Ich fürchte ich muss durch Belege beweisen, dass die Dinge mein Eigentum sind oder? Weil ich habe die Sachen schon länger und vieles Geschenkt bekommen. Oder sind die dann in dem Fall verpflichtet das Gegenteil zu beweisen?

Im Streitfall entscheidet ein angerufenes Gericht recht frei, wem es glauben mag. Siehe Richter Salomon in der Bibel, oder auch de.wikipedia.org/wiki/Beweis_(Rechtswesen): "Der Beweis bezeichnet die Feststellung eines Sachverhalts als Tatsache in einem Gerichtsverfahren aufgrund richterlicher Überzeugung." (Bitte weiterlesen!)

Ein Kaufvertrag auf deinen Namen ist natürlich ein stärkeres Indiz als eine vergilbte Quittung oder deine reine Aussage - wobei die Zeugenaussage eines Schenkers sicher auch Gewicht hat vor Gericht.

Aber das alles zählt im Zivilprozess:

  • Augenschein, §§ 371 f. ZPO,
  • Zeugen, §§ 373 ff. ZPO,
  • Sachverständige mit deren Gutachten in der Sache, §§ 402 ff. ZPO u.a. (Sachbeweis),
  • Urkunden, §§ 415 ff. ZPO,
  • Parteivernehmung, §§ 445 ff. ZPO, also deine eigene Aussage.

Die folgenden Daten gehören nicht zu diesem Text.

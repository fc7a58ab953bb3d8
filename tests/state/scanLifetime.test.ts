// Decoded scans live only while the open project shows them: a scan replaced by another is closed (bitmap
// and tiles), kept as bytes while the undo history can bring it back, decoded again when it does, and
// dropped once nothing can. Through the real document store; decoding is stubbed (it needs a browser).
import { beforeEach, describe, expect, it, vi } from 'vitest';
import { setScan } from '../../src/core/model/commands/setScan';
import { emptyProjectDoc, type ScanRef } from '../../src/core/model/projectDoc';

const reopenScan = vi.hoisted(() => vi.fn());
vi.mock('../../src/io/reopenScan', () => ({ reopenScan }));
const { useDocStore } = await import('../../src/state/docStore');
const { getScan, heldScanIds, putScan, scanMemoryHeld } = await import('../../src/state/scanCache');
const { heldPyramidIds } = await import('../../src/state/scanTilesPyramid');
const { retainScansFor, startScanLifetime } = await import('../../src/state/scanLifetime');

function fakeBitmap(width = 40, height = 20) {
  return { width, height, close: vi.fn() } as unknown as ImageBitmap & { close: ReturnType<typeof vi.fn> };
}
const ref = (id: string): ScanRef => ({ id, name: `${id}.png`, widthPx: 40, heightPx: 20, type: 'image/png' });

/** Opens a scan as the app does: into the cache, then an undoable edit of the document. */
function openScan(id: string) {
  const bitmap = fakeBitmap();
  putScan(id, { bitmap, bytes: new Blob([id], { type: 'image/png' }) });
  useDocStore.getState().apply((d) => setScan(d, ref(id)));
  retainScansFor(useDocStore.getState());
  return bitmap;
}

describe('retainScansFor(doc store state)', () => {
  beforeEach(() => {
    reopenScan.mockReset();
    useDocStore.getState().replace(emptyProjectDoc());
    retainScansFor(useDocStore.getState());
  });

  it('closes the bitmap of a replaced scan but keeps its bytes while undo can bring it back', () => {
    const a = openScan('scan-a');
    const b = openScan('scan-b');
    expect(a.close).toHaveBeenCalledTimes(1);
    expect(b.close).not.toHaveBeenCalled();
    expect(getScan('scan-a')).toMatchObject({ bitmap: null, released: true });
    expect(getScan('scan-a')?.bytes.size).toBe('scan-a'.length);
    expect(getScan('scan-b')?.bitmap).toBe(b);
  });

  it('decodes a released scan again from its bytes when undo shows it', async () => {
    openScan('scan-a');
    const b = openScan('scan-b');
    const again = fakeBitmap();
    reopenScan.mockResolvedValue({ ok: true, bitmap: again });
    useDocStore.getState().undo();
    retainScansFor(useDocStore.getState());
    expect(b.close).toHaveBeenCalledTimes(1);
    await vi.waitFor(() => expect(getScan('scan-a')?.bitmap).toBe(again));
    expect(reopenScan.mock.calls[0][1]).toEqual(ref('scan-a'));
  });

  it('drops every scan that neither the document nor its history holds', () => {
    const a = openScan('scan-a');
    const b = openScan('scan-b');
    useDocStore.getState().replace({ ...emptyProjectDoc(), scan: null });
    retainScansFor(useDocStore.getState());
    expect(heldScanIds()).toEqual([]);
    expect(a.close).toHaveBeenCalledTimes(1);
    expect(b.close).toHaveBeenCalledTimes(1);
  });

  it('a new bitmap under the same id closes the old one a task later, once the view has let it go', async () => {
    const a = openScan('scan-a');
    const again = fakeBitmap();
    putScan('scan-a', { bitmap: again, bytes: new Blob(['scan-a'], { type: 'image/png' }) });
    expect(a.close).not.toHaveBeenCalled();
    await vi.waitFor(() => expect(a.close).toHaveBeenCalledTimes(1));
    expect(again.close).not.toHaveBeenCalled();
    expect(getScan('scan-a')?.bitmap).toBe(again);
  });

  it('scanMemoryHeld counts the decoded scans and their RGBA bytes; a released scan holds no pyramid', () => {
    openScan('scan-a');
    openScan('scan-b');
    // 40 × 20 px each; scan-a is kept as bytes only (undo can bring it back).
    expect(scanMemoryHeld()).toMatchObject({ decoded: 1, fullBytes: 40 * 20 * 4, tiles: 0, building: false });
    expect(heldPyramidIds()).toEqual(['scan-b']);
  });
});

describe('startScanLifetime', () => {
  it('closes a replaced scan only after the frame that shows its successor', async () => {
    useDocStore.getState().replace(emptyProjectDoc());
    retainScansFor(useDocStore.getState());
    const frames: FrameRequestCallback[] = [];
    vi.stubGlobal('requestAnimationFrame', (f: FrameRequestCallback) => frames.push(f));
    const stop = startScanLifetime();
    try {
      const a = fakeBitmap();
      putScan('scan-a', { bitmap: a, bytes: new Blob(['scan-a'], { type: 'image/png' }) });
      useDocStore.getState().apply((d) => setScan(d, ref('scan-a')));
      putScan('scan-b', { bitmap: fakeBitmap(), bytes: new Blob(['scan-b'], { type: 'image/png' }) });
      useDocStore.getState().apply((d) => setScan(d, ref('scan-b')));
      // Several tasks pass with no frame drawn: the replaced scan is still decoded.
      for (let k = 0; k < 5; k++) await new Promise((r) => setTimeout(r, 0));
      expect(a.close).not.toHaveBeenCalled();
      expect(frames.length).toBeGreaterThan(0);
      frames.splice(0).forEach((f) => f(0));
      await vi.waitFor(() => expect(a.close).toHaveBeenCalledTimes(1));
      expect(getScan('scan-a')).toMatchObject({ bitmap: null, released: true });
    } finally {
      stop();
      vi.unstubAllGlobals();
    }
  });
});
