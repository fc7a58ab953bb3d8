// The figure's markup of the open project is written once for what it is drawn from: asked again with nothing
// changed (the export menu writes it when it opens, the export reads it), it is the same; after an edit or another
// vertical exaggeration it is written again and shows the change. Through the real stores.
import { beforeEach, describe, expect, it } from 'vitest';
import { setProjectInfo } from '../../src/core/model/commands/setProjectInfo';
import { sectionToProjectDoc } from '../../src/core/model/migrations/sectionToProjectDoc';
import { currentFigureParts, prepareCurrentFigure } from '../../src/state/currentFigureSvg';
import { useDocStore } from '../../src/state/docStore';
import { useSessionStore } from '../../src/state/sessionStore';

// A small invented section: one horizon folded over flat pins, a straight regional.
const SECTION = {
  units: 'm' as const,
  pins: [0, 1000] as [number, number],
  horizons: [{ name: 'Marker', line: [[0, 0], [500, 300], [1000, 0]] as [number, number][], regional: [[0, 0], [1000, 0]] as [number, number][] }],
};

const markup = (p: ReturnType<typeof currentFigureParts>['parts']) => p.head + p.under + p.panelOpen + p.over;

describe('currentFigureParts()', () => {
  beforeEach(() => {
    useDocStore.getState().replace(sectionToProjectDoc(SECTION, 'First title'));
    useSessionStore.getState().setFigureVerticalExaggeration(null);
  });

  it('gives the same markup while nothing it is drawn from changes, and new markup after an edit', () => {
    const first = currentFigureParts().parts;
    expect(currentFigureParts().parts).toBe(first);
    expect(markup(first)).toContain('First title');
    useDocStore.getState().apply((d) => setProjectInfo(d, { title: 'Second title' }));
    const second = currentFigureParts().parts;
    expect(second).not.toBe(first);
    expect(markup(second)).toContain('Second title');
    expect(markup(second)).not.toContain('First title');
  });

  it('writes it again for another vertical exaggeration', () => {
    const first = currentFigureParts().parts;
    useSessionStore.getState().setFigureVerticalExaggeration(2);
    const second = currentFigureParts().parts;
    expect(second).not.toBe(first);
    expect(markup(second)).not.toBe(markup(first));
  });

  it('prepared ahead (the menu opening), the export reads the markup already written', async () => {
    prepareCurrentFigure();
    await new Promise((r) => setTimeout(r, 0));
    const prepared = currentFigureParts().parts;
    expect(currentFigureParts().parts).toBe(prepared);
  });
});
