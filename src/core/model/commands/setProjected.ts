import type { ProjectDoc } from '../projectDoc';
import { updateHorizon } from './updateHorizon';

/** Returns the document with the segments between vertices from..to (either order) marked projected (or unmarked); runs are merged. */
export function setProjected(doc: ProjectDoc, horizonId: string, run: [number, number], projected: boolean): ProjectDoc {
  return updateHorizon(doc, horizonId, (h) => {
    const segments = Math.max(0, h.pointsPx.length - 1);
    const flags = new Array<boolean>(segments).fill(false);
    for (const [a, b] of h.projected) for (let s = Math.max(0, a); s < Math.min(b, segments); s++) flags[s] = true;
    const lo = Math.max(0, Math.min(run[0], run[1]));
    const hi = Math.min(segments, Math.max(run[0], run[1]));
    for (let s = lo; s < hi; s++) flags[s] = projected;
    // Back to runs of vertex indices [from, to]: segment s joins vertices s and s + 1.
    const runs: [number, number][] = [];
    for (let s = 0; s < segments; s++) {
      if (!flags[s]) continue;
      const last = runs[runs.length - 1];
      if (last && last[1] === s) last[1] = s + 1;
      else runs.push([s, s + 1]);
    }
    return { ...h, projected: runs };
  });
}

/** Returns true when every segment between vertices from..to of the horizon is projected. */
export function isProjectedRun(runs: [number, number][], run: [number, number]): boolean {
  const lo = Math.min(run[0], run[1]);
  const hi = Math.max(run[0], run[1]);
  for (let s = lo; s < hi; s++) if (!runs.some(([a, b]) => a <= s && s < b)) return false;
  return hi > lo;
}
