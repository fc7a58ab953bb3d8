import { describe, expect, it } from 'vitest';
import { pinchCamera } from '../../src/canvas/usePinchZoom';

describe('pinchCamera', () => {
  it('pinchCamera zooms about the fingers\' midpoint: the image point under it stays put', () => {
    const cam = { scale: 0.5, x: 100, y: 50 };
    const next = pinchCamera(cam, [400, 300], [600, 300], [300, 300], [700, 300]);
    expect(next.scale).toBeCloseTo(1, 12);
    const uBefore = (500 - cam.x) / cam.scale;
    const uAfter = (500 - next.x) / next.scale;
    expect(uAfter).toBeCloseTo(uBefore, 9);
  });
  it('pinchCamera pans with the midpoint when the fingers keep their distance', () => {
    const next = pinchCamera({ scale: 1, x: 0, y: 0 }, [100, 100], [200, 100], [130, 140], [230, 140]);
    expect(next).toEqual({ scale: 1, x: 30, y: 40 });
  });
});
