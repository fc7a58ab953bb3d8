import { describe, expect, it } from 'vitest';
import type { ImagePx } from '../../src/core/model/projectDoc';
import { handlesInView } from '../../src/canvas/handlesInView';

// The view arithmetic is the camera's (screen = image · scale + offset, src/state/camera.ts); the expected
// sets are worked by hand from it.
describe('handlesInView(vertices, view, cap)', () => {
  const line: ImagePx[] = Array.from({ length: 1001 }, (_, k): ImagePx => [k, 100]);

  it('keeps the vertices inside the view and a handle width around it, in order', () => {
    // scale 2, offset (−200, 0), 400 × 300 px: image u from 100 to 300, v from 0 to 150; margin 4 / 2 = 2 px.
    const seen = handlesInView(line, { scale: 2, x: -200, y: 0, width: 400, height: 300 }, 1000);
    expect(seen.points?.map((p) => p[0])).toEqual(Array.from({ length: 205 }, (_, k) => 98 + k));
    expect(seen.count).toBe(205);
  });

  it('gives no points, only the count, when more than the cap are in view', () => {
    const seen = handlesInView(line, { scale: 0.5, x: 0, y: 0, width: 800, height: 600 }, 500);
    expect(seen).toEqual({ points: null, count: 1001 });
  });

  it('leaves out vertices above or below the view', () => {
    // v = 100 lies below a view showing v from 0 to 40 (scale 1, 40 px high, margin 4).
    expect(handlesInView(line, { scale: 1, x: 0, y: 0, width: 2000, height: 40 }, 10)).toEqual({ points: [], count: 0 });
  });
});
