import type { ProjectDoc } from '../projectDoc';
import type { CalibrationPointRef } from './calibrationPointRef';

/** Returns the document without the calibration point; unchanged for a missing point. */
export function deleteCalibrationPoint(doc: ProjectDoc, ref: CalibrationPointRef): ProjectDoc {
  const cal = doc.calibration;
  if (!cal) return doc;
  if (cal.kind === 'affine') {
    if (ref.list !== 'points' || !cal.points[ref.index]) return doc;
    return { ...doc, calibration: { ...cal, points: cal.points.filter((_, i) => i !== ref.index) } };
  }
  if (ref.list === 'points' || !cal[ref.list][ref.index]) return doc;
  return { ...doc, calibration: { ...cal, [ref.list]: cal[ref.list].filter((_, i) => i !== ref.index) } };
}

Vor Vorteil ist es immer - auch außergerichtlich, weil es eben wirkt! -, eine Liste anzufertigen mit den fraglichen Gegenständen, und zu jedem Punkt sämtliche Daten zu notieren, an die man sich noch erinnern kann!

Beispiel: "Nummer 14. CD AC/DC: "Highway to Hell", Kratzer links oben an der Hülle, geschenkt von Tante Amalie am 10. März 2004 zum 16. Geburtstag."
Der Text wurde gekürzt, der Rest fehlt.